|
|
|
|
|
by hnjst
1789 days ago
|
|
Completely aligned with my parent, day-to-day operations are often slightly more complex than making sure your server run your app properly, I'd argue that our services are increasingly dependent on others (in both directions, dependencies multiply and are more and more critical). That's also by interacting more with external entities that they bring more value. > The best solution I can come up with is a synchronously-replicated append-only log store which is utilized in a primary/sync-witness/async-witness/... configuration. The first tier of resilience would be synchronous and provided by a set of witness nodes which must ack as a majority to progress primary. These nodes would ideally be within 1-2ms of the primary. The async witnesses could be in orbit and/or on mars. These are more about extreme geological disaster recovery. The witness nodes would also use a separate consensus protocol to decide when the primary needs to be taken down and replaced with a sync (or god forbid async) witness.
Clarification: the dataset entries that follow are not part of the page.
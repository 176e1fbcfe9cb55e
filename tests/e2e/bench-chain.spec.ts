import { expect, test } from "@playwright/test";
import { BenchPage } from "./pages/bench-page";
import { SetsPage } from "./pages/sets-page";
import { SignInPage } from "./pages/sign-in-page";

// Needs the sidecar with the demo rig running (server/main.ts, DEMO=1) beside the web server.
// Frame strain (1 kHz) carries 50 Hz hum and its 150 Hz harmonic over broadband noise.
const CHANNEL = "hydraulic-press/env-node/frame-strain";
/** How far below raw the candidate's spectrum must sit at a hum line, in dB (a notch leaves the noise floor). */
const HUM_DROP_DB = 20;

test("an engineer builds a notch, notch, low-pass chain from the live spectrum, sees the hum fall and saves it", async ({ page }) => {
  test.setTimeout(120_000);
  await new SignInPage(page).signInAs("engineer");
  const bench = new BenchPage(page);
  await bench.open(CHANNEL);

  const live = bench.liveSpectrum();
  await bench.holdWithPeaksNear(live, [50, 150]);
  const hum = await bench.notchPeakNear(live, 50);
  await expect(bench.editor).toBeVisible();
  const candidate = (await page.locator("[data-trace]").first().getAttribute("data-trace")) ?? "";
  const harmonic = await bench.notchPeakNear(live, 150);
  await bench.addStage("IIR (classic families)");

  await expect(bench.stages()).toHaveCount(3);
  await expect(bench.stages().getByTestId("stage-summary")).toHaveText([`Notch biquad · ${hum}, Q 30`, `Notch biquad · ${harmonic}, Q 30`, "Butterworth LP 4 · 100 Hz"]);
  await expect(bench.summary(candidate)).toHaveText(/^Notch biquad · .* → Notch biquad · .* → Butterworth LP 4 · 100 Hz$/);
  await expect(bench.editor.locator("[data-caution=notch]")).toContainText("Hz and 1");

  // The hum lines fall in the candidate's live spectrum: well below raw at 50 and 150 Hz.
  await bench.showView("Spectrum");
  const shown = bench.shownSpectrum();
  const drop = async (f: number) => {
    const peak = (await bench.peaks(shown)).find((p) => Math.abs(p.hz - f) <= 1);
    const raw = peak?.levels.raw;
    const filtered = peak?.levels[candidate];
    return raw == null || filtered == null ? null : raw - filtered;
  };
  await expect.poll(() => drop(50), { timeout: 30_000, message: "the 50 Hz line falls" }).toBeGreaterThan(HUM_DROP_DB);
  await expect.poll(() => drop(150), { timeout: 10_000, message: "the 150 Hz line falls" }).toBeGreaterThan(HUM_DROP_DB);

  // Every analysis view shows the chain with its stages.
  await bench.showView("Poles");
  await expect(page.getByTestId("pz-stages")).toBeVisible();
  await expect(page.getByRole("list", { name: /^Stages of Candidate/ }).getByRole("listitem")).toHaveCount(3);
  await bench.showView("Fixed point");
  await expect(page.getByTestId("stage-headroom").locator("tbody tr")).toHaveCount(3);
  await expect(page.getByTestId("comparison-table").locator(`[data-row="${candidate}"]`)).toContainText("Chain of 3");

  const name = `Frame strain hum chain ${Date.now()}`;
  const save = await bench.saveAsNewSet(name, "Notches at the 50 Hz hum and its 150 Hz harmonic, then a low-pass; built from the live spectrum.");
  await expect(save.getByRole("status")).toContainText("Saved as revision 1", { timeout: 20_000 });
  await save.getByRole("link", { name: "Open the set" }).click();

  const sets = new SetsPage(page);
  const stages = sets.revision(1).getByTestId("revision-stages").getByRole("listitem");
  await expect(stages).toHaveText([`Notch biquad · ${hum}, Q 30`, `Notch biquad · ${harmonic}, Q 30`, "Butterworth LP 4 · 100 Hz"]);
});

test("an engineer adds a harmonic series up to Nyquist, is told where the stage limit cut it, reorders by keyboard and bypasses a stage", async ({ page }) => {
  // Every edit of an 8-stage chain redoes its designs, cautions (quantization) and views in the browser.
  test.setTimeout(120_000);
  await new SignInPage(page).signInAs("engineer");
  const bench = new BenchPage(page);
  await bench.open(CHANNEL);
  await bench.addCandidate();

  const series = bench.editor.getByRole("form", { name: "Harmonic series" });
  await bench.editor.getByText("Harmonic series of notches").click();
  await series.getByLabel("Fundamental").fill("50");
  await series.getByLabel("Up to Nyquist").check();
  await series.getByRole("button", { name: "Add notches" }).click();
  await expect(bench.stages()).toHaveCount(8);
  await expect(bench.editor.getByRole("status")).toHaveText("Added 7 of 9 notches: a chain holds at most 8 stages, so 2 harmonics were left out.");
  await expect(bench.editor.getByRole("button", { name: "Add stage" })).toBeDisabled();

  // Move the low-pass (stage 1) down with the keyboard: focus stays on the moved stage.
  await bench.editor.getByRole("button", { name: "Move stage 1 down" }).focus();
  await page.keyboard.press("Enter");
  await expect(bench.editor.getByRole("button", { name: "Move stage 2 down" })).toBeFocused();
  await page.keyboard.press("Enter");
  await expect(bench.stages().nth(2).getByTestId("stage-summary")).toHaveText(/Butterworth LP 4/);

  await bench.editor.getByRole("checkbox", { name: "Bypass stage 3" }).check();
  await expect(bench.stages().nth(2)).toHaveAttribute("data-bypassed", "true");
  await expect(page.locator("[data-trace]").first().getByTestId("candidate-summary")).toHaveText(/\(1 bypassed\)$/);
});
They would be able to elect an emergency leader separate from the primary who would be authorized to stop the bad primary in the hypervisor, and edit any relevant DNS records to ensure traffic stops hitting the bad system. This part was what I felt deserved a counter-point though. Consensus is indeed at the core of the issue once you want distributed fault tolerance. However, I think you'll quickly hit two things with your approach: 1-2ms of latency, I fear that it may come with highly correlated failures on the "first tier of resilience". Moreover, the "second tier" being much farther, keeping them in consensus will imply harsh trade-offs. If you use synchronous consensus protocols, you'll slow down drastically the "first tier" (assuming you want consistency), if you go for the asynchronous replication (not consensus, this matters...) then the second tier can't really intervene on leader election or failover without risking a partition on a false positive (and if you try to be conservative there your RPO will suffer). If you're into these (fundamental) issues, I'd recommend Leslie Lamport's work (i.e. https://www.college-de-france.fr/site/en-martin-abadi/semina... or http://www.lamport.org/), the paper pointing a disappointing impossibility: https://dl.acm.org/doi/abs/10.1145/3149.214121 and its generalization (https://dl.acm.org/doi/abs/10.1145/167088.167119). |
|
Where your datacenters are geographically located is usually a big first step in even starting these types of conversations. The nature of "maybe sync replication represents a liability or is feasible" might be a conversation about the geography of a region and statistical likelihood of certain disasters impacting multiple sites simultaneously.
Some customers cant ever afford to lose a single transaction no matter what, some just need it to be reasonably stable but incredibly fast (e.g. gaming vs banking).
Will definitely be spending some time reviewing Lamport's works again. Establishing the notion of stable time between all participants is a fascinating way to solve a lot of problems in distributed systems.